Starting pitcher for the Phillies, Cristopher Sánchez, is plagued by a past issue once more this year…

Currently, one of MLB’s deepest starting rotations belongs to the Philadelphia Phillies. With just five places available and six strong starters, the Phillies have the kind of depth that rival teams like the Miami Marlins and New York Mets could only hope for in 2024.

There was talk of using Spencer Turnbull to piggyback Taijuan Walker and Cristopher Sánchez when the Phillies sent him to the bullpen. It made sense for several reasons, not the least of which being that Sánchez’s development as a starting pitcher is still ongoing. Sánchez has just twice in his 30 career starts gone into the seventh inning, indicating that he is not yet the kind of starter who can go deep into games.

His final outing on the field on Monday against the Mets was both amazing and disappointing. Sánchez, who was having trouble maintaining control and had some bruises on the palm of his left throwing hand, reached a low point when he led off with a walk and then asked a trainer to examine his hand. It needed just nine pitches to get out of the inning and strike out Jeff McNeil, Brett Baty, and Harrison Bader, allowing them to stay in the game.

It’s difficult not to give Sánchez credit for focussing on the task at hand and getting key outs in an inning that might have gotten further out of hand, even though it wasn’t the best manner to strike out the side.

Previous issues returning to haunt the Phillies During the first month and a half of the baseball season, Cristopher Sanchez

Sanchez has proven to be as dependable as any fifth starter. Despite having a 3.43 ERA and a 2-3 record, the left-hander has largely given the Phillies a chance to win in the majority of the games he has thrown this season.

It’s simple to identify a few problems that have dogged Sánchez over his first thirty major league outings. Defense has never been his strong suit, and this Monday night’s basic play in which he mishandled covering first base is only the most recent instance of a pitcher who has to improve at fielding his position.

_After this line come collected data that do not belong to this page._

import type { Region } from './region.ts';
import type { Confidence, LimitNoteId, LimitProduct, LimitUnit } from './limit-row.ts';

/** A limit that holds for a wine. */
export interface Limit {
  /** The id of its row. */
  readonly rule: string;
  readonly region: Region;
  readonly of: 'total' | 'free';
  readonly operator: '<=' | '<';
  /** What SO2 is compared with, mg/L: with the uplift, and by the density where the law counts by mass. */
  readonly limit_mg_L: number;
  readonly confidence: Confidence;
  /** The figure as the law has it. */
  readonly as_written: { readonly value: number; readonly unit: LimitUnit };
  /** Only where the law counts by mass: the density that it was taken at, kg/L. */
  readonly density_kg_L?: number;
  /** Only in a declared year: what is in `limit_mg_L` of it. */
  readonly uplift_mg_L?: number;
}

/** What was assumed to find a limit, or has to be said beside it. */
export interface LimitNote {
  readonly code:
    | LimitNoteId
    | 'sugar-assumed' // sugar unknown: the strictest band
    | 'colour-assumed' // colour unknown: the strictest colour
    | 'sparkling-class-assumed' // quality or other sparkling unknown: the stricter
    | 'density-assumed' // density unknown: 0.990 kg/L
    | 'designation-unknown' // a sweet wine: there are classes with a higher limit, if it is one
    | 'designation-not-on-file' // said to be of a class that this region has no row for
    | 'no-uplift' // said to be a declared year, but the row takes none
    | 'organic-not-on-file' // no organic row in this region: the general one
    | 'repealed' // a row that was repealed and is not used
    | 'other-unit-told' // a second source tells another unit; the law's is used
    | 'second-value-told'; // another figure from memory
  readonly rule?: string;
}

/** Why there is no limit: the region has none for such a drink, or it was looked for and not found. */
export interface NoLimit {
  readonly region: Region;
  readonly product: LimitProduct | 'sparkling' | 'must';
  readonly reason: 'not-on-file' | 'not-found';
}

/** The limits of a wine: of total and of free SO2, each on its own, or why there is none. */
export interface LimitsFound {
  readonly total?: Limit;
  readonly free?: Limit;
  readonly none?: NoLimit;
  readonly notes: readonly LimitNote[];
}
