/**
 * The markets whose law is on file, or was looked for and not found: `oiv` the international code, `eu` and so on;
 * `ca-qc` is Quebec, `eaeu` the Eurasian union. `eu` is what holds where the wine is sold there.
 *
 * @example
 * ```ts
 * REGIONS.includes('eu') // => true
 * ```
 */
export const REGIONS = [
  'oiv',
  'eu',
  'uk',
  'us',
  'ca',
  'ca-qc',
  'au',
  'nz',
  'za',
  'ar',
  'cl',
  'br',
  'jp',
  'kr',
  'cn',
  'codex',
  'ch',
  'ge',
  'hk',
  'eaeu',
  'uy',
  'in',
  'md',
  'mercosur',
] as const;

/** A market by its code. */
export type Region = (typeof REGIONS)[number];

/**
 * Whether a text is the code of a market on file.
 *
 * @example
 * ```ts
 * isRegion('eu') // => true
 * isRegion('atlantis') // => false
 * ```
 */
export function isRegion(text: string): text is Region {
  return REGIONS.some((region) => region === text);
}
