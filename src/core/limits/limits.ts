import type { SourceKey } from '../sources.ts';
import type { Style } from '../wine.ts';

/** One limit on file. */
export interface Limit {
  readonly rule: string;
  readonly of: 'total';
  readonly operator: '<=';
  readonly limit_mg_L: number;
  readonly source: SourceKey;
}

/** A row of the code: which wines it is for. */
export interface LimitRow extends Limit {
  readonly styles: readonly Style[];
  /** Sugar (reducing substances) in g/L: up to and including, or above. */
  readonly sugar: { readonly upTo_g_L: number } | { readonly above_g_L: number };
}

const shared = { of: 'total', operator: '<=', source: 'oiv-c1-01' } as const;

/**
 * Total SO2 of still wine by the international code, in mg/L at the time of sale. It recommends; a country's law
 * decides. Sugar is reducing substances in g/L. The 400 mg/L of "some sweet white wines" is no row: it is never inferred.
 *
 * Source: OIV-MA-C1-01 (Oeno 9/98), read.
 *
 * @example
 * ```ts
 * LIMIT_ROWS.map((row) => row.limit_mg_L) // => [150, 200, 300]
 * ```
 */
export const LIMIT_ROWS: readonly LimitRow[] = [
  { ...shared, rule: 'oiv-red-dry', limit_mg_L: 150, styles: ['red'], sugar: { upTo_g_L: 4 } },
  {
    ...shared,
    rule: 'oiv-white-rosé-dry',
    limit_mg_L: 200,
    styles: ['white', 'rosé'],
    sugar: { upTo_g_L: 4 },
  },
  {
    ...shared,
    rule: 'oiv-above-4',
    limit_mg_L: 300,
    styles: ['red', 'white', 'rosé'],
    sugar: { above_g_L: 4 },
  },
];

/** mg/L below a limit from which it is worth a word (own threshold). */
export const NEAR_LIMIT_mg_L = 15;
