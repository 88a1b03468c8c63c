import type { SugarBand } from './limit-row.ts';

/** Sugar in g/L above which a wine lies that somebody calls sweet: past every dry band on file. */
const SWEET_ABOVE_g_L = 5;

/** How a wine's sugar stands to a band: in it, at an end that no band of the text takes in, or outside. */
export type SugarFit = 'in' | 'at-open-end' | 'out' | 'unknown';

/**
 * Whether a wine's sugar lies in a band. Where it is unknown, a wine that is called sweet lies above 5 g/L, and
 * every other one may lie anywhere.
 *
 * @param band ends in g/L, as the text has them; none: any sugar
 * @param sugar_g_L 0 or more; absent where nobody said it
 * @param isSweet whether the wine is called sweet
 *
 * @example
 * ```ts
 * sugarFit({ to_g_L: 4, toIncluded: true, basis: 'reducing-substances' }, 4, false) // => 'in'
 * sugarFit({ from_g_L: 5, fromIncluded: false, basis: 'sugar' }, 5, false) // => 'at-open-end'
 * sugarFit({ to_g_L: 4, toIncluded: true, basis: 'reducing-substances' }, undefined, true) // => 'out'
 * sugarFit(undefined, 12, false) // => 'in'
 * ```
 */
export function sugarFit(
  band: SugarBand | undefined,
  sugar_g_L: number | undefined,
  isSweet: boolean,
): SugarFit {
  if (band === undefined) return 'in';
  const { from_g_L = 0, fromIncluded = true, to_g_L = Number.MAX_VALUE, toIncluded = true } = band;
  if (sugar_g_L === undefined) return isSweet && to_g_L <= SWEET_ABOVE_g_L ? 'out' : 'unknown';
  if (sugar_g_L > from_g_L && sugar_g_L < to_g_L) return 'in';
  if (sugar_g_L === from_g_L) return fromIncluded ? 'in' : 'at-open-end';
  if (sugar_g_L === to_g_L) return toIncluded ? 'in' : 'at-open-end';
  return 'out';
}
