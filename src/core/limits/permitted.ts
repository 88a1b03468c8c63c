import type { Region } from './region.ts';
import type { Product, Stage } from '../wine.ts';
import type { AdditiveId } from '../additives/additive-id.ts';
import { ADDITIVES } from '../additives/additives.ts';

/** Why an additive may not go in, by the rule that says so. */
export interface NotPermitted {
  readonly rule: string;
  readonly reason: 'ammonium' | 'sodium' | 'organic' | 'organic-none';
  readonly region: Region;
  /** `unconfirmed`: from memory, or no rule on file that lets it in. */
  readonly confidence: 'read' | 'unconfirmed';
}

/** What the law asks about an additive. */
export interface PermitFacts {
  readonly region?: Region;
  readonly stage?: Stage;
  readonly product?: Product;
  readonly organic?: boolean | 'made-with';
}

/** Markets with a rule on sodium in wine: it stands in no list of what may go into wine. */
const SODIUM_RULES: Readonly<Partial<Record<Region, Pick<NotPermitted, 'rule' | 'confidence'>>>> = {
  oiv: { rule: 'oiv-ii-1.12', confidence: 'read' },
  eu: { rule: 'eu-2019-934-practices', confidence: 'unconfirmed' },
  uk: { rule: 'uk-2019-934-practices', confidence: 'unconfirmed' },
  ar: { rule: 'ar-inv-281-85', confidence: 'read' },
};

/**
 * Why an additive may not go into a wine by the law of a market; `undefined` where nothing on file speaks against it.
 * Ammonium bisulfite is for grapes and must. Sodium salts stand in no list for wine of the OIV, the EU, the UK and
 * Argentina; elsewhere no list was read, so that it is unconfirmed. Organic wine of the EU and the UK takes SO2 and
 * potassium salts only, that of the US no sulfite at all. Potassium salts and SO2 go in everywhere on file.
 *
 * Sources: OIV II.1.12 and Oeno 7/2003 (read); the wine institute of Argentina by Resolution 281/85 (read); Regulation
 * 889/2008 Annex VIIIa (read) and a UK certification body's notice of 17.6.2025 on cider, mead and fruit wine (read);
 * the US agency's page on organic wine (read); sodium in the EU and the UK: from memory.
 *
 * @example
 * ```ts
 * notPermittedBy('sodium-metabisulfite', { region: 'oiv' })?.rule // => 'oiv-ii-1.12'
 * notPermittedBy('potassium-metabisulfite', { region: 'us', organic: true })?.reason // => 'organic-none'
 * notPermittedBy('ammonium-bisulfite-solution', { stage: 'must' }) // => undefined
 * ```
 */
export function notPermittedBy(
  id: AdditiveId,
  { region = 'oiv', stage, product, organic = false }: PermitFacts,
): NotPermitted | undefined {
  const { contains } = ADDITIVES[id];
  if (region === 'us' && organic === true)
    return { rule: 'us-organic', reason: 'organic-none', region, confidence: 'read' };
  const isOtherThanPotassium = contains === 'sodium' || contains === 'ammonium';
  if (organic !== false && (region === 'eu' || region === 'uk') && isOtherThanPotassium)
    return { rule: `${region}-organic-sources`, reason: 'organic', region, confidence: 'read' };
  if (contains === 'ammonium' && stage !== 'must')
    return {
      rule: 'oiv-ii-1.12',
      reason: 'ammonium',
      region,
      confidence: region === 'oiv' ? 'read' : 'unconfirmed',
    };
  // The rules on sodium speak of wine alone.
  const isWine = product === undefined || product === 'alcohol-free';
  if (contains !== 'sodium' || !isWine) return undefined;
  const rule = SODIUM_RULES[region] ?? { rule: 'no-list-read', confidence: 'unconfirmed' };
  return { ...rule, reason: 'sodium', region };
}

Although his five-to six-inning starts may worry some, the Phillies are more than content if Sánchez finishes the game ahead of schedule. With that kind of output, manager Rob Thomson won’t be too concerned about depending on the Phillies bullpen, which has established itself as one of the best in the league, to see them through.

This season, Sánchez’s issue is that he is once again walking batters. Through his first eight starts, he has given up 18 walks in 42 innings pitched. In 2023, he only walked 16 hitters in 99 1/3 innings (18 starts). For a pitcher who improved his control after high walk rates caused issues in the minor leagues and early in his MLB career, it is a very concerning reversion.

Cristopher Sánchez has had difficulty controlling his sinker.
This season, Sánchez has struggled to get batters out with his sinker. The sinker has actually been the weakest pitch in his arsenal for the past two years, as batters have batted.351 and.297 against it in 2024 and 2023, respectively. With a pitch that Sánchez has used 49.2 percent of the time and only produced seven strikeouts this year, it is undoubtedly a concerning trend.

His performances against batters with his changeup (.190) and slider (.229) are far superior than those figures. Based on the sinker’s performance over the past two seasons, he may be extremely hittable at times or entirely lose control of the pitch. All in all, that’s causing more people to walk and more traffic on the base pathways.

To set up the changeup and slider, two pitches that continue to be effective out-pitches for the 27-year-old, Sánchez will need to either figure out a method to relearn the pitch or create a new one.